Production for ‘The Devil’s Harvest’ took 3 days starting in some community owned woods in Uckfield which saved us having to compete with dog walkers and joggers. As it was outside and we had a cast and crew of about 20, I organised hot food to be delivered thanks hugely to my partner Anne. I couldn’t pay anyone so I had to feed them well! My brother, Luke, is a games producer and an organisation whizkid so I pulled him in as production manager and he helped run the show along with Thom O’Driscoll, the First AD. After unfortunately having to part ways with my first DOP I put an ad on shooting people and found Jonathan Nicol who had a superb showreel and we both had the same vision for the film. Jonathan really upped my game, the Director/DOP relationship is a complex one as it’s never the same. I knew with Jonathan that if I stepped back or slacked off at any point he’d jump in and take over. I don’t mean that negatively at all. He was just super efficient, creative and professional. The sound recordist and mixer was John Valledy who I’d worked with on some corporate work. We’d bonded over Lynch. He did a great job, particularly with the sound mix. A very good and long time friend, Jeff Stonehouse, who is an ambient artist, created the music bed and we weaved that in with the mix to keep things organic.

When it came to the edit I cut the film myself in Final Cut Pro (sorry, Premiere fans) and, through an old contact of mine, Andy, was lucky enough to get it graded at The Moving Picture Company in Soho by Philip Hambi. We hit it off straight away and it was an amazing experience to be able to sit in a suite grading my film in the same building that worked on Dune, Blade Runner 2049 and other massive features.

Can you tell us more about your experience of working with the actors?

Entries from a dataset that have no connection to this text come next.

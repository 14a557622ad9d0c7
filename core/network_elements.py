"""The element values of the pole's reluctance network, from the cross-section (see core.reluctance_network).

Layout. One pole pitch τp = 2π/p from the left interpolar axis to the right one, θ measured from the
pole (magnet) centre: :data:`INTERPOLAR_SEGMENTS` segments over each interpolar half, doubling in width
away from the magnet, and :data:`MAGNET_SEGMENTS` over the magnet arc, finest at its edges. Branch k sits
at the centre θk of its segment;
yoke segment k joins θk to θk+1 (the last one crosses the right interpolar axis to the next pole).

Per radial branch (segment width Δθ):

* magnet column, height lm, area Δθ·rm·Lm (rm the magnets' mean radius, Lm the useful magnet length),
  permeability μ0·μrec, source Br·lm/(μ0·μrec); or, between the magnets, an air column of the same size;
* air gap g·kc' with kc' = 1 + (kc - 1)·(g + lm/μrec)/g (Carter's coefficient on the magnetic gap), area
  Δθ·rg·(L + 2g) (one gap of fringing at each stack end);
* the teeth under the segment, Δθ·S/(2π) teeth of width wt, over the slot depth, lamination steel; beside
  them the air of the slots (their share of the circumference at mid-depth) and between the sheets.

Per yoke segment (angle Δψ between two branch centres), two pairs of parallel paths:

* the housing wall, area t·Lm, path rh·Δψ (rh its mean radius); beside it the air outside the housing;
* the armature core, area dc·L·kf, path rc·Δψ; beside it the shaft (steel or not).

Air outside the housing and air (or a steel shaft) inside the core. Outside a circle of radius R whose
potential varies as cos(P·θ) (P pole pairs), the exterior solution of Laplace's equation is
u = U·(R/r)^P·cos(P·θ), and the flux it carries tangentially across a radius from R to infinity is
μ0·L/P per radian of potential gradient along the circle: exactly the flux of a layer of air of
thickness R/P lying along the circle. The same holds inside a disc of radius R (u ∝ (r/R)^P), with the
disc's permeability. So the outside air is a layer of thickness Ro/P beside the housing, and the shaft a
layer of thickness rs/P beside the core (of the housing steel when the shaft is magnetic, air when not);
with the rotor removed, the bore is a layer of air of thickness rmi/P at the magnets' inner radius. Exact
for the fundamental of the potential, our approximation for its harmonics (which see a thinner layer,
R/(n·P)). Source: the separable solutions of Laplace's equation in polar coordinates (any text on
potential theory, e.g. J. D. Jackson, "Classical Electrodynamics", 3rd ed., Wiley, 1999, §2.11).

What the network leaves out (our estimates, measured against the field solution in
docs/network-calibration.md): the tooth tips, magnet-to-magnet
leakage that bypasses the armature (the field solution gives leakage factors of 1.01-1.02 on the demos).
"""

from __future__ import annotations

from dataclasses import dataclass

import numpy as np

from .geometry import Geometry, tooth_tip_height
from .magnetic_circuit import carter_coefficient
from .steel import Steel
from .units import MU_0

#: Segments over the magnet arc [1] (odd, so one branch sits on the pole centre).
MAGNET_SEGMENTS = 9
#: Radial layers of the teeth and slots [1].
TOOTH_LAYERS = 3
#: Fitted (once, over the sample of docs/network-calibration.md, to the least worst-case error of the
#: no-load flux per pole): the share of the magnet's height that carries tangential flux at the gradient
#: of its inner face. A potential falling linearly to the housing's would give 0.5; 0.25 fits the field
#: solution best (its magnets' edges lose more to the interpolar space than a linear profile allows).
MAGNET_LAYER_SHARE = 0.25
#: Fitted the same way: the slots' air beside the teeth carries flux as this many times its own area would
#: (flux entering through the slot opening runs down the slot and into the tooth sides, which the radial
#: layers do not resolve); 1 would be the slots' area alone.
SLOT_AIR_FACTOR = 1.5
#: Segments over each interpolar half [1].
INTERPOLAR_SEGMENTS = 3


@dataclass(frozen=True)
class Element:
    """A flux path of one material: drop = path·H(flux/area); ``steel`` None is air (H = B/μ0)."""

    steel: Steel | None
    area: np.ndarray  #: cross-section carrying the flux [m²]
    path: np.ndarray  #: length along the flux [m]

    def drop(self, flux: np.ndarray) -> tuple[np.ndarray, np.ndarray]:
        """MMF drop [A] and its derivative with respect to the flux [A/Wb].

        Parameters
        ----------
        flux : ndarray
            Flux through the element [Wb].

        Returns
        -------
        tuple of ndarray
            The drop l·H(Φ/A) [A] and its derivative l·(dH/dB)/A [A/Wb] (l/(μ0·A) in air).

        References
        ----------
        .. [1] Ampère's law along a uniform flux tube, F = H(B)·l with B = Φ/A.
        """
        b = flux / self.area
        if self.steel is None:
            return b / MU_0 * self.path, self.path / (MU_0 * self.area)
        h, slope = field_and_slope(self.steel, b)
        return h * self.path, slope * self.path / self.area


@dataclass(frozen=True)
class TipPath:
    """The gap over the tooth tips' overhangs and the tips themselves, in series.

    The flux landing on an overhang of width wo runs along the tip to the tooth body, growing linearly
    from its end to its root: the drop ∫H(B(x))dx is taken by Simpson's rule,
    (wo/6)·(4·H(Broot/2) + H(Broot)) (exact for an H(B) quadratic over the tip).
    """

    gap_reluctance: np.ndarray  #: of the gap over the overhangs [A/Wb]
    steel: Steel
    root_area: np.ndarray  #: tip height × stack × kf × the number of overhangs in the segment [m²]
    overhang: np.ndarray  #: wo [m]

    def drop(self, flux: np.ndarray) -> tuple[np.ndarray, np.ndarray]:
        """MMF drop [A] and its slope [A/Wb] (see the class).

        Parameters
        ----------
        flux : ndarray
            Flux landing on the overhangs [Wb].

        Returns
        -------
        tuple of ndarray
            The drop across gap and tips [A] and its derivative with respect to the flux [A/Wb].

        References
        ----------
        .. [1] Simpson's rule on the tip's H along its length (our estimate of the tip's drop).
        """
        root = flux / self.root_area
        h_half, slope_half = field_and_slope(self.steel, 0.5 * root)
        h_root, slope_root = field_and_slope(self.steel, root)
        drop = flux * self.gap_reluctance + self.overhang / 6.0 * (4.0 * h_half + h_root)
        slope = self.gap_reluctance + self.overhang / (6.0 * self.root_area) * (2.0 * slope_half + slope_root)
        return drop, slope


@dataclass(frozen=True)
class ParallelPair:
    """Two paths side by side, sharing one flux and one MMF drop (the split between them is solved for)."""

    first: Element  #: the steel of the housing, the core or the teeth; the gap over the tooth bodies
    second: Element | TipPath  #: beside it: the air outside the housing, the shaft, the slots' air; the tips


@dataclass(frozen=True)
class NetworkElements:
    """Every element of the pole's network, arrays of shape (batch, segments) unless noted."""

    magnet_mask: np.ndarray  #: (segments,) 1.0 where the branch holds magnet, 0.0 in the interpolar air
    segment_angle: np.ndarray  #: Δθ of each branch's segment [rad]
    centre_angle: np.ndarray  #: θk of each branch, from the pole centre [rad]
    yoke_angle: np.ndarray  #: Δψk, from branch k to branch k+1 [rad]
    magnet_thickness: np.ndarray  #: (batch,) lm [m]
    magnet_inner_radius: np.ndarray  #: (batch,) of the magnets' inner face, armature radius plus gap [m]
    column_area: np.ndarray  #: of the magnet or air column [m²]
    column_height: np.ndarray  #: lm [m]
    column_permeability: np.ndarray  #: μ0·μrec in the magnet, μ0 in the air [H/m]
    gap_area: np.ndarray  #: [m²]
    tangential_reluctance: np.ndarray  #: along the magnets' inner face, branch k to k+1 (magnet, outer half-gap) [A/Wb]
    surface_reluctance: np.ndarray  #: along the armature surface, branch k to k+1 (inner half-gap, tooth tips) [A/Wb]
    #: across the gap: the gap over the tooth bodies beside the gap over the tips' overhangs and the tips
    gap_series: tuple[ParallelPair, ...]
    #: down the teeth: the teeth beside the slots' air, in :data:`TOOTH_LAYERS` radial layers
    tooth_series: tuple[ParallelPair, ...]
    housing: ParallelPair
    core: ParallelPair
    carter_factor: np.ndarray  #: (batch,) kc [1]


def field_and_slope(steel: Steel, flux_density: np.ndarray) -> tuple[np.ndarray, np.ndarray]:
    """H(B) of a steel [A/m] and dH/dB [A/(m·T)] from the same table, so Newton's Jacobian is consistent.

    Parameters
    ----------
    steel : Steel
        The steel (its dense monotone table, core.steel).
    flux_density : ndarray
        B [T], either sign.

    Returns
    -------
    tuple of ndarray
        H, of the sign of B, and its slope (1/μ0 beyond the data).

    References
    ----------
    .. [1] Fritsch and Carlson 1980 (the PCHIP table of core.steel), read cell by cell.
    """
    field, slope = steel.field_and_slope(flux_density)
    return field, slope


def branch_centres(embrace: np.ndarray, pole_pitch: np.ndarray) -> np.ndarray:
    """The centres θk of the network's branches [rad], (batch, segments), from the pole centre.

    Parameters
    ----------
    embrace : ndarray
        Magnet arc over pole pitch, (batch,) [1].
    pole_pitch : ndarray
        2π/p, (batch,) [rad].

    Returns
    -------
    ndarray
        The layout's branch centres (see the module docstring).
    """
    return np.asarray(_layout(np.atleast_1d(embrace), np.atleast_1d(pole_pitch))[1])


def _layout(embrace: np.ndarray, pole_pitch: np.ndarray):
    """Segment widths, centres and yoke angles over one pole pitch, (batch, segments) each [rad].

    The magnet's segment edges are Chebyshev-Lobatto points over its arc and the interpolar segments
    double in width away from the magnet, so the segments are finest at the magnet's edges, where the
    field changes fastest (edge leakage, fringing into the teeth beyond).
    """
    magnet_edges = -0.5 * np.cos(np.pi * np.arange(MAGNET_SEGMENTS + 1) / MAGNET_SEGMENTS)  # -0.5 … 0.5
    growth = 2.0 ** np.arange(INTERPOLAR_SEGMENTS)
    interpolar_edges = np.concatenate([[0.0], np.cumsum(growth) / growth.sum()])  # 0 … 1, from the magnet out
    half_interpolar = ((1.0 - embrace) * pole_pitch / 2.0)[:, None]
    half_arc = (embrace * pole_pitch)[:, None]
    edges = np.concatenate([
        -half_arc / 2.0 - half_interpolar * interpolar_edges[::-1],
        half_arc * magnet_edges[1:-1],
        half_arc / 2.0 + half_interpolar * interpolar_edges,
    ], axis=1)
    widths = np.diff(edges, axis=1)
    centres = edges[:, :-1] + 0.5 * widths
    following = np.concatenate([centres[:, 1:], centres[:, :1] + pole_pitch[:, None]], axis=1)
    return widths, centres, following - centres


def magnet_segment_mask() -> np.ndarray:
    """Which branches hold magnet, in the layout's order.

    Returns
    -------
    ndarray
        1.0 for the magnet's segments, 0.0 for the interpolar ones [1].
    """
    return np.concatenate([np.zeros(INTERPOLAR_SEGMENTS), np.ones(MAGNET_SEGMENTS), np.zeros(INTERPOLAR_SEGMENTS)])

At the time I was less comfortable working with actors than directing camera so I consider myself lucky that I had such good talent involved. Fintan Shevlin and Cerys Knighton I’ve worked with previously and they are both very gifted and professional. I had them in mind from script stage. Matthew Jure who played the dad was a firecracker in terms of performance and gave me loads to work with. Dave Pepper revealed a green man tattoo on his arm at the audition so I knew he HAD to be my Rotten Man. I pay attention to those kind of synchronicities. The two boys, Sam and Monty, were absolutely superb – it wouldn’t work without them – and they handled the shoot day like professionals.

What do you hope for your film?

I feel that ‘The Devil’s Harvest’ is the first film I’ve made that really expresses who I am as a filmmaker. The process I developed on the course helped me join the dots from the initial idea through to the finished film. Of course, I see things that bug me about the film that I’d like to have done differently but there’s no point looking backwards. As a good friend of mine says, wipe your mouth and move on. I developed ‘The Devil’s Harvest’ idea into a feature script which became my final dissertation piece and I’d love to direct that some day and I’m trying to work out the finance now, how to step up to a feature. My plan is to keep my ideas complex but the practicalities simple and cheap. As I love the uncanny that’s not so tricky as it needs to be grounded in reality rather than involve huge CGI work. In the meantime I’m working on another short that blurs psychological realism with the supernatural and a micro budget feature that’s a cross between Funny Games and Invasion of the Body Snatchers. I’m excited about both of them and that’s a good place to be. It’s lovely to have the film in festivals but, as Alan Moore says, the important thing is to keep going and get the damn things made. I may have found my voice a little late but I’ve only just got started. Hopefully what I do will be good and other people will like it.